Under the Doom 2025: quando as sombras dançaram e as trevas inundaram o coração de Lisboa
A 9.ª edição do Festival Under the Doom consolidou-se como um dos maiores eventos de doom metal da Europa, reunindo uma seleção impressionante de bandas que exploram as profundezas da melancolia e da intensidade sonora.
Texto: Sandra Pinto
Fotos: Luís Pissarro
Realizado na Music Station, em Lisboa, o festival ofereceu dois dias de performances que variaram entre o atmosférico e o brutal, proporcionando uma experiência única aos verdadeiros aficionados do género. Com um público diversificado e entusiasta, o evento reafirmou a importância do doom metal como uma forma de expressão artística profunda e visceral.

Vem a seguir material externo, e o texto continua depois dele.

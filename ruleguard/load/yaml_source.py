"""Parameters from YAML files (``.yaml``, ``.yml``): safe, located, strict.

The text is composed into a node tree by PyYAML (its C ``CSafeLoader`` where
libyaml is built in, else the pure-Python ``SafeLoader``); ruleguard never
constructs Python objects from it. It walks the nodes itself:

* every node keeps the line and column PyYAML's scanner marked, so each
  value's key path maps to the position of its literal (a map or list to
  its key);
* tags other than YAML's own ``!!str``, ``!!int``, ``!!float``, ``!!bool``,
  ``!!null``, ``!!map``, ``!!seq`` (``!!python/object``, ``!custom``) are an
  input error: nothing is ever built from a tag;
* plain scalars are resolved by YAML 1.2's core schema (``1e3`` is a number;
  ``yes``/``on`` stay strings), quoted ones are strings;
* anchors, aliases and merge keys (``<<: *defaults``) are resolved, a
  recursive alias is an error and so is an expansion beyond
  :data:`MAX_VALUES` values;
* a key written twice in one map, a tab in indentation and a second
  document are errors.

Why PyYAML's composer: it is the most used YAML parser for Python, well kept,
its marks carry line and column, and composing (unlike loading) builds no
objects. tree-sitter-yaml would give positions too but leaves the scalar
resolution, anchors and merge keys to ruleguard. PyYAML is imported only when
a YAML file is read (measured in docs/formats-additions.md).
"""

from __future__ import annotations

import re
from typing import Any

from ruleguard.errors import InputError
from ruleguard.load.sources import Document, KeyPath, format_key, located_document

__all__ = ["MAX_VALUES", "parse_yaml"]

#: Most values one YAML file may expand to (aliases included).
MAX_VALUES = 100_000
_CORE = "tag:yaml.org,2002:"
_ALLOWED = {f"{_CORE}{name}" for name in ("str", "int", "float", "bool", "null", "map", "seq")}
_NULL = re.compile(r"^(?:~|null|Null|NULL|)$")
_BOOL = re.compile(r"^(?:true|True|TRUE|false|False|FALSE)$")
_INT = re.compile(r"^[-+]?[0-9]+$")
_OCT = re.compile(r"^0o[0-7]+$")
_HEX = re.compile(r"^0x[0-9a-fA-F]+$")
_FLOAT = re.compile(r"^[-+]?(?:\.[0-9]+|[0-9]+(?:\.[0-9]*)?)(?:[eE][-+]?[0-9]+)?$")
_SPECIAL = re.compile(r"^(?:[-+]?\.(?:inf|Inf|INF)|\.(?:nan|NaN|NAN))$")


def _shown_tag(tag: str) -> str:
    return "!!" + tag[len(_CORE):] if tag.startswith(_CORE) else tag


def parse_yaml(name: str, text: str) -> Document:
    """Parse YAML ``text`` (file ``name``): values and positions.

    Raises
    ------
    InputError
        Syntax errors, tabs in indentation, unsafe tags, duplicate keys,
        recursive or exploding aliases, located at the offending token.
    """
    for number, line in enumerate(text.split("\n"), start=1):
        indent = re.match(r"^[ \t]*", line).group(0)
        if "\t" in indent and line.strip() and not line.lstrip().startswith("#"):
            raise InputError(
                name, number, indent.index("\t") + 1, "",
                f"a tab indents line {number}; YAML indents with spaces only",
            )
    import yaml

    loader = getattr(yaml, "CSafeLoader", yaml.SafeLoader)
    try:
        root = yaml.compose(text, Loader=loader)
    except yaml.MarkedYAMLError as exc:
        mark = exc.problem_mark or exc.context_mark
        line, column = (mark.line + 1, mark.column + 1) if mark is not None else (None, None)
        problem = exc.problem or exc.context or "not YAML"
        opened = re.match(r"while parsing a flow (sequence|mapping)", exc.context or "")
        if exc.problem and opened and exc.context_mark is not None:
            what = "list" if opened.group(1) == "sequence" else "map"
            problem += (f" (the {what} opened at line {exc.context_mark.line + 1}, column "
                        f"{exc.context_mark.column + 1})")
        if problem.startswith("but found another document"):
            raise InputError(
                name, line, column, "",
                f"'{name}' holds more than one YAML document (---); ruleguard reads one",
            ) from None
        raise InputError(name, line, column, "", f"YAML syntax error: {problem}") from None
    except yaml.YAMLError as exc:
        raise InputError(name, None, None, "", f"YAML syntax error: {exc}") from None
    except RecursionError:
        raise InputError(name, 1, 1, "", "YAML nesting is too deep") from None
    if root is None:
        raise InputError(name, 1, 1, "", f"'{name}' holds no YAML document")
    walker = _Walker(name)
    try:
        data = walker.value(root, (), ())
    except RecursionError:
        raise InputError(name, 1, 1, "", "YAML nesting is too deep") from None
    return located_document(name, text, "yaml", data, walker.positions)


class _Walker:
    def __init__(self, name: str) -> None:
        self.name = name
        self.positions: dict[KeyPath, tuple[int, int]] = {}
        self.count = 0

    def error(self, node: Any, path: KeyPath, message: str) -> InputError:
        mark = node.start_mark
        return InputError(self.name, mark.line + 1, mark.column + 1, format_key(path), message)

    def value(self, node: Any, path: KeyPath, active: tuple) -> Any:
        import yaml

        self.count += 1
        if self.count > MAX_VALUES:
            raise self.error(node, path, f"YAML aliases expand to more than {MAX_VALUES} values")
        if node.tag not in _ALLOWED and node.tag != f"{_CORE}merge":
            raise self.error(
                node, path,
                f"the tag '{_shown_tag(node.tag)}' is not read; ruleguard loads YAML safely "
                "(maps, lists, numbers, strings, true/false, null)",
            )
        if id(node) in active:
            raise self.error(node, path, "a YAML alias refers to the map or list it is in")
        if isinstance(node, yaml.ScalarNode):
            self.positions.setdefault(path, (node.start_mark.line + 1, node.start_mark.column + 1))
            return _scalar(node)
        inner = active + (id(node),)
        if isinstance(node, yaml.SequenceNode):
            items = []
            for index, item in enumerate(node.value):
                self.positions.setdefault(
                    path + (index,), (item.start_mark.line + 1, item.start_mark.column + 1))
                items.append(self.value(item, path + (index,), inner))
            return items
        return self.mapping(node, path, inner)

    def mapping(self, node: Any, path: KeyPath, active: tuple) -> dict:
        import yaml

        result: dict[str, Any] = {}
        merges: list = []
        for key_node, value_node in node.value:
            if key_node.tag == f"{_CORE}merge":
                merges.append(value_node)
                continue
            if not isinstance(key_node, yaml.ScalarNode):
                raise self.error(key_node, path, "a YAML key must be a plain word or number")
            key = key_node.value
            if key in result:
                raise self.error(
                    key_node, path + (key,),
                    f"duplicate key '{key}' in a YAML map (keys must be unique)",
                )
            result[key] = self.value(value_node, path + (key,), active)
            self.positions.setdefault(  # a scalar is at its literal, a map or list at its key
                path + (key,), (key_node.start_mark.line + 1, key_node.start_mark.column + 1))
        for merge in merges:
            sources = merge.value if isinstance(merge, yaml.SequenceNode) else [merge]
            for source in sources:
                if not isinstance(source, yaml.MappingNode):
                    raise self.error(source, path, "a YAML merge key (<<) takes a map")
                merged = self.mapping(source, path + ("<<",), active + (id(source),))
                for key, value in merged.items():
                    if key not in result:
                        result[key] = value
                        where = self.positions.get(path + ("<<", key))
                        if where is not None:
                            self.positions[path + (key,)] = where
        for key in [k for k in self.positions if k[: len(path) + 1] == path + ("<<",)]:
            del self.positions[key]
        return result


def _scalar(node: Any) -> Any:
    text = node.value
    if node.style in ("'", '"', "|", ">"):  # quoted or block: a string
        return text
    if _NULL.match(text):
        return None
    if _BOOL.match(text):
        return text.lower() == "true"
    if _INT.match(text):
        return int(text)
    if _OCT.match(text):
        return int(text[2:], 8)
    if _HEX.match(text):
        return int(text[2:], 16)
    if _FLOAT.match(text):
        return float(text)
    if _SPECIAL.match(text):
        return float(text.replace(".", "", 1).lower())
    return text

O alinhamento do festival foi cuidadosamente planeado, apresentando desde lendas do género até promissores talentos emergentes. Bandas como My Dying Bride e Swallow the Sun trouxeram a sua experiência e peso emocional, enquanto grupos como TodoMal representaram com mestria a cena ibérica. A diversidade sonora e a qualidade das atuações garantiram que o Under the Doom 2025 fosse uma celebração memorável da música doom.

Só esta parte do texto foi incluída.